--- START ---

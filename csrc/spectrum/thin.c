#include "spectrum/thin.h"

#include <math.h>
#include <stdlib.h>

#include "base/checked.h"
#include "spectrum/phase.h"

#define CLONES __attribute__((target_clones("avx512f", "avx2", "default")))
#define LANES 8
#define TOLERANCE 1e-15
#define PI 3.14159265358979323846

void lbr_thin_free(lbr_thin *t) {
  free(t->re);
  free(t->im);
  t->re = t->im = NULL;
}

/* Running means until the nearest that folds in, 1 / by off by `half`, is
 * small enough: each takes it down by half by / (1 - half by). */
static size_t times_for(double half_by) {
  double ratio = half_by / (1 - half_by);
  double times = ratio > 0 ? ceil(log(TOLERANCE) / log(ratio)) : 1;
  return times < 1 ? 1 : (size_t)times;
}

/* re = the running mean of `by` over re[0 .. filled - 1]. */
static void average_over(double *re, size_t filled, size_t by) {
  for (size_t i = filled + by - 1; i-- > 0;) {
    double sum = 0;
    size_t first = i + 1 > by ? i + 1 - by : 0;
    for (size_t j = first; j <= i && j < filled; j++) sum += re[j];
    re[i] = sum / (double)by;
  }
}

lbr_status lbr_thin_make(lbr_thin *t, size_t by, double half, double shift) {
  t->by = by;
  t->times = times_for(half * (double)by);
  t->taps = t->times * (by - 1) + 1;
  t->shift = shift;
  t->re = lbr_alloc(t->taps, sizeof *t->re);
  t->im = shift != 0 ? lbr_alloc(t->taps, sizeof *t->im) : NULL;
  if (!t->re || (shift != 0 && !t->im)) return LBR_NO_MEMORY;
  t->re[0] = 1;
  for (size_t r = 0; r < t->times; r++)
    average_over(t->re, r * (by - 1) + 1, by);
  /* h is even: tap i in the order of samples is h[taps - 1 - i] = h[i] */
  for (size_t i = 0; t->im && i < t->taps; i++) {
    double back = (double)(t->taps - 1 - i);
    double complex w = conj(lbr_phase_product(shift, back));
    t->im[i] = t->re[i] * cimag(w);
    t->re[i] *= creal(w);
  }
  return LBR_OK;
}

size_t lbr_thin_count(const lbr_thin *t, size_t n) {
  return (n + t->taps - 2) / t->by + 1;
}

/* Eight doubles that go together, on processors of any width; at any address
 * where a double may stand. */
typedef double lanes
    __attribute__((vector_size(LANES * sizeof(double)), aligned(8), may_alias));

static inline double sum_of(const double *p) {
  return ((p[0] + p[4]) + (p[2] + p[6])) + ((p[1] + p[5]) + (p[3] + p[7]));
}

/* Both sums of n products. */
CLONES static void dot_both(const double *restrict x, const double *restrict a,
                            const double *restrict b, size_t n,
                            double *restrict out) {
  lanes p = {0}, q = {0}, p2 = {0}, q2 = {0};
  size_t i = 0;
  for (; i + 2 * LANES <= n; i += 2 * LANES) {
    lanes v = *(const lanes *)(x + i), v2 = *(const lanes *)(x + i + LANES);
    p += v * *(const lanes *)(a + i);
    q += v * *(const lanes *)(b + i);
    p2 += v2 * *(const lanes *)(a + i + LANES);
    q2 += v2 * *(const lanes *)(b + i + LANES);
  }
  p += p2;
  q += q2;
  double re = sum_of((const double *)&p), im = sum_of((const double *)&q);
  for (; i < n; i++) {
    re += x[i] * a[i];
    im += x[i] * b[i];
  }
  out[0] = re;
  out[1] = im;
}

CLONES static double dot_one(const double *restrict x,
                             const double *restrict a, size_t n) {
  lanes p = {0};
  size_t i = 0;
  for (; i + LANES <= n; i += LANES)
    p += *(const lanes *)(x + i) * *(const lanes *)(a + i);
  double sum = sum_of((const double *)&p);
  for (; i < n; i++) sum += x[i] * a[i];
  return sum;
}

/* The samples that output m sees: x[first .. first + count - 1] under taps
 * from `tap` on. */
static size_t reach(const lbr_thin *t, size_t n, size_t m, size_t *first,
                    size_t *tap) {
  size_t q = m * t->by, last = q < n ? q : n - 1;
  *first = q + 1 > t->taps ? q + 1 - t->taps : 0;
  *tap = *first + t->taps - 1 - q;
  return last + 1 > *first ? last + 1 - *first : 0;
}

void lbr_thin_real(const lbr_thin *t, const double *x, size_t n, size_t from,
                   size_t count, double *re, double *im) {
  for (size_t i = 0; i < count; i++) {
    size_t first, tap, seen = reach(t, n, from + i, &first, &tap);
    double both[2] = {0, 0};
    if (t->im)
      dot_both(x + first, t->re + tap, t->im + tap, seen, both);
    else
      both[0] = dot_one(x + first, t->re + tap, seen);
    re[i] = both[0];
    im[i] = both[1];
  }
}

void lbr_thin_part(const lbr_thin *t, const double *x, size_t n, size_t from,
                   size_t count, double *out) {
  for (size_t i = 0; i < count; i++) {
    size_t first, tap, seen = reach(t, n, from + i, &first, &tap);
    out[i] = dot_one(x + first, t->re + tap, seen);
  }
}

double complex lbr_thin_response(const lbr_thin *t, double nu) {
  double by = (double)t->by, r = (double)t->times;
  double mean = nu == 0 ? 1 : sin(PI * nu * by) / (by * sin(PI * nu));
  double complex turn = lbr_phase_product(nu / 2, (by - 1) * r);
  double size = pow(mean, r);
  return CMPLX(size * creal(turn), size * cimag(turn));
}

--- END ---

▶ **PROBLEM STATEMENT**
In the listing, return each line containing the string "sizeof".

▶ **ANSWER FOR THE TASK**
  t->re = lbr_alloc(t->taps, sizeof *t->re);
  t->im = shift != 0 ? lbr_alloc(t->taps, sizeof *t->im) : NULL;
    __attribute__((vector_size(LANES * sizeof(double)), aligned(8), may_alias));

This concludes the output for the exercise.